Fig 4 — Anti-HEV IgG levels elicited in mice vaccinated with vaccinia viruses. (A) Anti-HEV IgG antibodies levels raised in mice after two and three inoculations with either 10⁵ or 10⁶ PFU/mouse of rVV-ORF2 (black bars), rVV-Δ_(1-111)-ORF2 (gray bars), or WR (white bars). (B) Levels of anti-HEV IgG antibodies raised over time by mice vaccinated with 10⁶ PFU/mouse of rVV-ORF2 (black bars), rVV-Δ_(1-111)-ORF2 (gray bars), or WR (white bars). ELISAs were conducted as described previously (20). Results are expressed as the average absorbance (A₄₉₅) values. Standard deviations are shown by error bars.

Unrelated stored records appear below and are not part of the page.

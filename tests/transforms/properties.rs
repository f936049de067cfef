//! What must hold for every record.

use endgrain::basis::{Plan, Planner};
use endgrain::ends::Ends;
use proptest::prelude::*;

use crate::{distance, forward, inverse, noise, norm, turned};

/// Two transforms of log2(n) stages each, a few roundings a stage.
fn tolerance(len: usize) -> f64 {
    8.0 * f64::EPSILON * (2.0 + (len as f64).log2())
}

fn ends() -> impl Strategy<Value = Ends> {
    (0..9_usize).prop_map(|which| Ends::all().nth(which).unwrap())
}

fn record() -> impl Strategy<Value = Vec<f64>> {
    prop::collection::vec(-1e3..1e3, 1..200)
}

fn weighted(ends: Ends, x: &[f64], y: &[f64]) -> f64 {
    (0..x.len()).map(|n| ends.weight(x.len(), n) * x[n] * y[n]).sum()
}

proptest! {
    #[test]
    fn inner_products_are_kept(ends in ends(), pair in prop::collection::vec((-1.0..1.0, -1.0..1.0), 1..200)) {
        let (x, y): (Vec<f64>, Vec<f64>) = pair.into_iter().unzip();
        let (a, b) = (forward(ends, &x), forward(ends, &y));
        let product: f64 = a.iter().zip(&b).map(|(a, b)| a * b).sum();
        let bound = tolerance(x.len()) * norm(&x) * norm(&y);
        prop_assert!((product - weighted(ends, &x, &y)).abs() <= bound);
        // Parseval.
        let energy: f64 = a.iter().map(|a| a * a).sum();
        prop_assert!((energy - weighted(ends, &x, &x)).abs() <= tolerance(x.len()) * norm(&x) * norm(&x));
    }

    #[test]
    fn forward_and_inverse_undo_each_other(ends in ends(), x in record()) {
        let bound = 2.0 * tolerance(x.len()) * norm(&x);
        prop_assert!(distance(&inverse(ends, &forward(ends, &x)), &x) <= bound);
        prop_assert!(distance(&forward(ends, &inverse(ends, &x)), &x) <= bound);
    }

    #[test]
    fn time_reversal_swaps_the_ends(ends in ends(), x in record()) {
        let backwards: Vec<f64> = x.iter().rev().copied().collect();
        let (c, mut r) = (forward(ends, &x), forward(ends.reversed(), &backwards));
        if ends == Ends::Periodic {
            // Sample 0 moves to the end: phases turn, the size of each pair stays.
            let pairs = |c: &[f64]| -> Vec<f64> {
                std::iter::once(c[0].abs()).chain(c[1..].chunks(2).map(norm)).collect()
            };
            prop_assert!(distance(&pairs(&c), &pairs(&r)) <= tolerance(x.len()) * norm(&x));
        } else {
            // About the middle, basis functions are even and odd in turn.
            r.iter_mut().skip(1).step_by(2).for_each(|v| *v = -*v);
            prop_assert!(distance(&c, &r) <= tolerance(x.len()) * norm(&x));
        }
    }

    /// sin and cos at one angle: the squares of a function and of its quarter turn add to A_k^2 on every sample.
    #[test]
    fn a_function_and_its_quarter_turn_complete_a_circle(ends in ends(), len in 1..60_usize, seed in any::<prop::sample::Index>()) {
        let k = seed.index(len);
        let is_flat_periodic = ends == Ends::Periodic && (k == 0 || (len % 2 == 0 && k == len - 1));
        let mut unit = vec![0.0; len];
        unit[k] = 1.0;
        let square = endgrain::basis::amplitude(ends, len, k).powi(2);
        for (value, turned) in inverse(ends, &unit).into_iter().zip(turned(ends, &unit)) {
            prop_assert!((value * value + turned * turned - square).abs() <= 2.0 * tolerance(len), "{ends:?} {len} {k}");
            prop_assert!(!is_flat_periodic || turned == 0.0);
        }
    }
}

#[test]
fn longer_scratch_changes_nothing() {
    for ends in Ends::all() {
        for len in [1, 2, 3, 30, 31] {
            let plan = Planner::new().plan(ends, len).unwrap();
            let x = noise(len, 5);
            let mut y = x.clone();
            plan.forward(&mut y, &mut vec![f64::NAN; plan.scratch_len() + 3]);
            assert_eq!(y, forward(ends, &x), "{ends:?} {len}");
        }
    }
}

#[test]
#[should_panic(expected = "numbers of scratch was lent")]
fn too_little_scratch_is_a_programming_error() {
    let plan = Plan::new(Ends::EVEN, 10).unwrap();
    let mut scratch = vec![0.0; plan.scratch_len() - 1];
    plan.forward(&mut [0.0; 10], &mut scratch);
}

#[test]
#[should_panic(expected = "a plan for 10 samples was given 9")]
fn another_length_is_a_programming_error() {
    let plan = Plan::new(Ends::EVEN, 10).unwrap();
    plan.forward(&mut [0.0; 9], &mut vec![0.0; plan.scratch_len()]);
}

Vertical transfer of acquired immunity.

As shown in Table 2, all pups (n = 73) nursed by mothers vaccinated with any of the two recombinant vaccinia viruses (rVV-ORF2 or rVV-Δ_(1-111)-ORF2), either their own pups (n = 39) or those fostered from nonvaccinated mothers (n = 34), presented specific antibodies in sera that were maintained until the end of the experiment (30 days postpartum [d.p.p.]). Similar results were obtained in those cases in which colostrum contribution to vertical transmission of the acquired immunity was avoided (data not shown). On the other hand, around 80% (n = 26) of the pups born to vaccinated mothers and nursed by nonvaccinated ones presented specific antibodies in sera at 9 d.p.p., but by day 30 p.p. no specific antibodies were detected in any of the pups tested (Table 2). All pups (n = 18) born by cesarean section of 2 vaccinated mothers also presented specific antibodies (data not shown). As expected, none of the pups (n = 31) born to nonvaccinated mothers and nursed by them presented specific antibodies in sera.

Table 2.

Number of newborn mice with anti-HEV antibodies and route of transmission^a

Mothers	Origin of pups (no.)	No. of anti-HEV-positive newborns/total tested (%)
Mothers	Origin of pups (no.)	0 d.p.d.	3 d.p.d.	9 d.p.d.	18 d.p.d.	30 d.p.d.
Vaccinated	Own, i.u + L (39)	12/12 (100)	9/9 (100)	5/5 (100)	6/6 (100)	7/7 (100)
Vaccinated	Fostered, L (34)		7/7 (100)	7/7 (100)	9/9 (100)	11/11 (100)
Unvaccinated	Own, none (31)	0/4 (0)	0/9 (0)	0/5 (0)	0/9 (0)	0/4 (0)
Unvaccinated	Fostered, i.u. (26)		7/8 (87.5)	4/5 (80)	2/8 (25)	0/5 (0)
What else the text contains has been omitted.